- compelled /kuhm-PELD/
- stifle /STAHY-fuhl/
- candidly /KAN-did-lee/
- gesture /JES-cher/
- groundless /GROUND-lis/
[adjective] – having to do something because you are forced to or feel it is necessary
Alan felt compelled to report the incident to the authorities.
[verb] – to prevent something from happening, being expressed, or continuing
She did her best to stifle her anger out of respect.
[adverb] – in a way that is honest and true, especially about something difficult or painful
Rui candidly admitted his mistakes. I admire his honesty.
[noun] – an action that expresses your feelings or intentions, although it might have little practical effect
The students volunteered to take part in the feeding program as a gesture of their kindness.
[adjective] – without a reason, cause, or argument
Fortunately, Cheska’s worries turned out to be groundless.
Psychologist Robin Banerjee led a team at the University of Sussex to develop an online questionnaire called the Kindness Test. It’s the world’s largest psychological study on the issue of kindness, with over 60,000 people from 144 nations participating. The range of responses was broad, with some people candidly acknowledging that they weren’t always kind while others demonstrating a great level of goodwill. It was evident that compassion was widespread, regardless of people’s age or where they lived. Still, some obstacles keep us from being kinder. The most common reason for not conducting good deeds was the fear of being misunderstood. Well-intentioned gestures of generosity, such as offering a bus seat to a woman who may or may not be pregnant, can be difficult. We also have a fear of embarrassment or rejection. However, Gillian Sandstrom of the University of Sussex, who was part of the team that studied the Kindness Test, discovered that our anxieties about talking to strangers are frequently groundless and that people enjoy it more than they think. Those who have been the recipients of an act of kindness describe themselves as “happy”, “grateful”, “loved”, “relieved” and “pleased”. Under 1 percent of those surveyed stated they were ashamed.

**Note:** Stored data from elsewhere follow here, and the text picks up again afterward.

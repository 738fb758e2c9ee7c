package tui

import (
	"cmp"
	"slices"
	"strings"
	"testing"

	tea "github.com/charmbracelet/bubbletea"

	"isofield/survey/qa"
)

// tableFor returns a w × h readings table showing bigResult(n).
func tableFor(n, w, h int) readingsTable {
	res := bigResult(n)
	return newReadingsTable(DefaultKeyMap(), testStyles(false)).SetSize(w, h).SetResult(res, measureReadings(res))
}

// TestReadingsOrder checks every column's order against a plain sort of
// the readings' values (slices.SortStableFunc on a key per reading, the
// standard library as the reference), both ways.
func TestReadingsOrder(t *testing.T) {
	r := tableFor(2000, 120, 30)
	rs := r.res.Survey.Readings
	q := r.res.QA
	keys := map[int]func(i int) float64{
		colLine:      func(i int) float64 { return float64(rs[i].File*1e7 + rs[i].Line0) },
		colX:         func(i int) float64 { return rs[i].X },
		colY:         func(i int) float64 { return rs[i].Y },
		colOriginal:  func(i int) float64 { return rs[i].V },
		colCorrected: func(i int) float64 { return q.Corrected[i] },
		colStatus:    func(i int) float64 { return float64(q.Status[i]) },
	}
	for col, k := range keys {
		for _, desc := range []bool{false, true} {
			r.sortCol, r.desc = col, desc
			got := r.sortKeeping(-1).order
			want := make([]int, len(rs))
			for i := range want {
				want[i] = i
			}
			slices.SortStableFunc(want, func(a, b int) int {
				if desc {
					return cmp.Compare(k(b), k(a))
				}
				return cmp.Compare(k(a), k(b))
			})
			if !slices.Equal(got, want) {
				t.Errorf("column %s desc %v: order differs from the reference sort", readingColumns()[col], desc)
			}
		}
	}
	r.sortCol, r.desc = colID, false
	ids := r.sortKeeping(-1).order
	if !slices.IsSortedFunc(ids, func(a, b int) int { return strings.Compare(rs[a].ID, rs[b].ID) }) {
		t.Error("ids out of order")
	}
}

// TestReadingsNavigation walks the table with its keys: the selection and
// the window stay consistent and the Bubbles table only ever holds the
// rows on screen.
func TestReadingsNavigation(t *testing.T) {
	const n = 5000
	r := tableFor(n, 100, 20)
	vh := r.visibleRows()
	tests := []struct {
		keys []string
		row  int
	}{
		{[]string{"down"}, 1},
		{[]string{"down", "down", "up"}, 1},
		{[]string{"up"}, 0},
		{[]string{"pgdown"}, vh},
		{[]string{"pgdown", "pgdown", "pgup"}, vh},
		{[]string{"G"}, n - 1},
		{[]string{"end", "down"}, n - 1},
		{[]string{"G", "g"}, 0},
		{[]string{"G", "home"}, 0},
	}
	for _, tt := range tests {
		t.Run(strings.Join(tt.keys, " "), func(t *testing.T) {
			m := r
			for _, k := range tt.keys {
				m, _ = m.Update(tableKey(k))
			}
			if m.cursor != tt.row || m.Selected() != m.order[tt.row] {
				t.Errorf("row %d (reading %d), want row %d", m.cursor, m.Selected(), tt.row)
			}
			if rows := len(m.table.Rows()); rows > vh || m.cursor < m.top || m.cursor >= m.top+vh {
				t.Errorf("%d rows handed to the table, top %d cursor %d, %d on screen", rows, m.top, m.cursor, vh)
			}
			if got := m.table.SelectedRow(); got[0] != "▶" || !slices.Contains(got, m.res.Survey.Readings[m.Selected()].ID) {
				t.Errorf("highlighted row %v, want the selected reading marked", got)
			}
		})
	}
}

// TestReadingsKeepSelection reorders and takes a new result: the selected
// reading stays selected at the same height on screen.
func TestReadingsKeepSelection(t *testing.T) {
	r := tableFor(3000, 100, 20)
	for range 7 {
		r, _ = r.Update(tableKey("down"))
	}
	sel, off := r.Selected(), r.cursor-r.top
	for _, k := range []string{"o", "o", "r"} {
		r, _ = r.Update(tableKey(k))
		if r.Selected() != sel || r.cursor-r.top != off {
			t.Fatalf("after %s: reading %d at screen row %d, want %d at %d", k, r.Selected(), r.cursor-r.top, sel, off)
		}
	}
	r = r.SetResult(r.res, r.stats)
	if r.Selected() != sel {
		t.Errorf("a new result moved the selection to %d from %d", r.Selected(), sel)
	}
}

// TestReadingsColumns shows the source column only for several files and
// never cuts a coordinate of a projected survey.
func TestReadingsColumns(t *testing.T) {
	if v := tableFor(500, 120, 20).View(); !strings.Contains(v, "day-1.csv") || !strings.Contains(v, "source") {
		t.Errorf("two files but no source column:\n%s", v)
	}
	r := tableFor(500, 80, 20) // eastings 5e5, northings 6e6
	v := r.View()
	rd := r.res.Survey.Readings[r.Selected()]
	if !strings.Contains(v, fixed(rd.X)) || !strings.Contains(v, fixed(rd.Y)) {
		t.Errorf("selected reading's coordinates %s, %s not shown whole:\n%s", fixed(rd.X), fixed(rd.Y), v)
	}
	m := readyModel(t, 80, 24, false) // one file
	if strings.Contains(press(t, m, "t").View(), "source") {
		t.Error("one file, yet a source column")
	}
	if m.scene.stats.sus != 1 || m.scene.stats.exc != 1 || m.scene.stats.natural[colStatus] != len(qa.Excluded.String()) {
		t.Errorf("stats %+v, want 1 suspect, 1 excluded", m.scene.stats)
	}
}

// tableKey is keyMsg with the table's paging keys.
func tableKey(s string) tea.KeyMsg {
	switch s {
	case "pgdown":
		return tea.KeyMsg{Type: tea.KeyPgDown}
	case "pgup":
		return tea.KeyMsg{Type: tea.KeyPgUp}
	case "home":
		return tea.KeyMsg{Type: tea.KeyHome}
	case "end":
		return tea.KeyMsg{Type: tea.KeyEnd}
	}
	return keyMsg(s)
}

Receiving and offering an act of kindness helps us feel good and delighted. Considering all this, we must start viewing kindness as a strength rather than a weakness.
- Was there an instance where anxiety prevented you from being kind? Please share an incident about it.
- How do you react to strangers who show you an act of kindness?
- If you were one of the respondents of the Kindness Test, how would you describe yourself as someone who has received an act of kindness?
- Do you agree that embarrassment or rejection prevents us from helping others?
- Aside from offering help to others, what are other acts of kindness?